Когда вновь избранные старшины, скинув шапки, вышли в круг и, кланяясь на все стороны, стали благодарить за доверие, какой‑то старый казак набрал пригоршни пыли и посыпал им головы.
— Так, так, — смеялась толпа, — пускай не зазнаются, а то разом скинем… Пускай помнят запорожский обычай!
•Неподалеку от дороги, ведущей из Екатеринодара на Кореновскую, расположен один из хуторов полковника Кордовского. Сколько ни окидывай взглядом широкую степь— -кругом земли пана полковника: тридцать десятин под яровыми, а все остальное— выпасы. Для такого хозяйства выпасов много требуется. Лошадей у Кордовского больше сотни пар, коров три десятка, отара овец да полторы сотни ульев…
На хуторе, кроме управляющего и старого пасечника, пять работников. С ними вместе живёт и Митрий. Так и приписали его под этим именем в войске.
За два года узнал Митрий жизнь казачью, осмелел, исчезла прежняя робость, с которой стоял когда‑то перед Степаном Матвеевичем.
Известие о бунте дошло до хутора не сразу. Рассказали о нём возвращавшиеся с ярмарки казачки. Ехали они в станицу без мужей.
— Мы их там оставили, хватит им за юбки держаться.
Как‑то в полдень, укрывшись под навесом, Митрий чинил сбрую.

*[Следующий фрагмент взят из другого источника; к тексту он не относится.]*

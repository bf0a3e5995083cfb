//! Smooth pieces of a boundary, each a curve over t in [0, 1].

use super::point::{Box2, Point, pt};
use std::f64::consts::{PI, TAU};

/// A smooth, regular piece of a boundary, run through by t from 0 to 1.
#[derive(Clone, Debug, PartialEq)]
pub enum Piece {
    /// A straight edge.
    Line {
        /// Start.
        from: Point,
        /// End.
        to: Point,
    },
    /// A circular arc; `sweep` in radians, positive counter-clockwise.
    Arc {
        /// Centre of the circle.
        centre: Point,
        /// Radius, positive.
        radius: f64,
        /// Angle of the start, radians.
        start: f64,
        /// Signed angle run through.
        sweep: f64,
    },
    /// An arc of an ellipse: centre + R(turn) (a cos φ, b sin φ), φ from `start` over `sweep`.
    Ellipse {
        /// Centre.
        centre: Point,
        /// Half axes a, b, both positive.
        half_axes: Point,
        /// Angle of the first axis, radians.
        turn: f64,
        /// Parameter of the start, radians.
        start: f64,
        /// Signed parameter range.
        sweep: f64,
    },
}

impl Piece {
    /// The point at t.
    pub fn at(&self, t: f64) -> Point {
        match *self {
            Self::Line { from, to } => {
                if t <= 0.5 {
                    from + (to - from) * t
                } else {
                    to + (from - to) * (1.0 - t)
                }
            }
            Self::Arc {
                centre,
                radius,
                start,
                sweep,
            } => centre + Point::polar(start + t * sweep) * radius,
            Self::Ellipse {
                centre,
                half_axes,
                turn,
                start,
                sweep,
            } => {
                let e = Point::polar(start + t * sweep);
                centre + rotate(pt(half_axes.x * e.x, half_axes.y * e.y), turn)
            }
        }
    }

    /// Derivative of the point by t.
    pub fn velocity(&self, t: f64) -> Point {
        match *self {
            Self::Line { from, to } => to - from,
            Self::Arc {
                radius,
                start,
                sweep,
                ..
            } => Point::polar(start + t * sweep).left() * (radius * sweep),
            Self::Ellipse {
                half_axes,
                turn,
                start,
                sweep,
                ..
            } => {
                let e = Point::polar(start + t * sweep);
                rotate(pt(-half_axes.x * e.y, half_axes.y * e.x), turn) * sweep
            }
        }
    }

    /// The values of t strictly between 0 and 1 where the coordinate `axis` is stationary,
    /// ascending: between them the coordinate is monotone.
    pub fn turning_points(&self, axis: usize) -> Vec<f64> {
        match *self {
            Self::Line { .. } => Vec::new(),
            Self::Arc { start, sweep, .. } => {
                let extreme = if axis == 0 { 0.0 } else { PI / 2.0 };
                periodic_hits(extreme, PI, start, sweep)
            }
            Self::Ellipse {
                half_axes: h,
                turn,
                start,
                sweep,
                ..
            } => {
                let (s, c) = turn.sin_cos();
                let extreme = if axis == 0 {
                    (-h.y * s).atan2(h.x * c)
                } else {
                    (h.y * c).atan2(h.x * s)
                };
                periodic_hits(extreme, PI, start, sweep)
            }
        }
    }

    /// Start of the piece.
    pub fn start(&self) -> Point {
        self.at(0.0)
    }
    /// End of the piece.
    pub fn end(&self) -> Point {
        self.at(1.0)
    }

    /// Signed curvature at t, positive where the piece turns left.
    pub fn curvature(&self, t: f64) -> f64 {
        match *self {
            Self::Line { .. } => 0.0,
            Self::Arc { radius, sweep, .. } => sweep.signum() / radius,
            Self::Ellipse {
                half_axes: h,
                start,
                sweep,
                ..
            } => {
                let e = Point::polar(start + t * sweep);
                sweep.signum() * h.x * h.y / (h.x * e.y).hypot(h.y * e.x).powi(3)
            }
        }
    }

    /// Box around the piece.
    pub fn bounds(&self) -> Box2 {
        let mut b = Box2::EMPTY;
        b.include(self.start());
        b.include(self.end());
        for axis in 0..2 {
            for t in self.turning_points(axis) {
                b.include(self.at(t));
            }
        }
        b
    }
}

fn rotate(p: Point, angle: f64) -> Point {
    let (s, c) = angle.sin_cos();
    pt(c * p.x - s * p.y, s * p.x + c * p.y)
}

/// Parameters t in (0, 1) at which `start + t sweep` equals `value` modulo `period`.
fn periodic_hits(value: f64, period: f64, start: f64, sweep: f64) -> Vec<f64> {
    let (lo, hi) = if sweep > 0.0 {
        (start, start + sweep)
    } else {
        (start + sweep, start)
    };
    let mut k = ((lo - value) / period).floor();
    let mut out = Vec::new();
    while value + k * period <= hi {
        let t = (value + k * period - start) / sweep;
        if t > 1e-12 && t < 1.0 - 1e-12 {
            out.push(t);
        }
        k += 1.0;
    }
    out.sort_by(f64::total_cmp);
    debug_assert!(out.len() as f64 <= sweep.abs() / period + TAU);
    out
}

Она была твёрдой, как железо, и швайка с трудом прокалывала её.
На хуторе в этот час находились управляющий, пасечник да Митрий. Остальные работники были в степи.
Под навес пришёл дед–пасечник — маленький, щуплый, в соломенном бриле. Присел рядом и, глядя в пыльную степь, стал жаловаться на засуху, на плохой взяток.
— Не с чего моим кормилицам сладкий сок брать, все цветики сохнут, — вздыхал дед. — Прямо беда!
— И как ты, дед Афанасий, пчёл не боишься?
Старый пасечник добродушно рассмеялся:
— А чего их бояться? Пчела доброго человека не тронет. А кто к улыо со злой думкой идёт, того она духом чует… Пчела тварь божья… — Старик пожевал беззубым ртом и продолжал: — Рассказывал мне ещё мой дед такую присказку. Поспорили раз лошадь, бык и корова, кто из них больше трудится? Каждый говорит — «я». И решили они: «Пусть будет судьёй сам господь». Пошли к богу.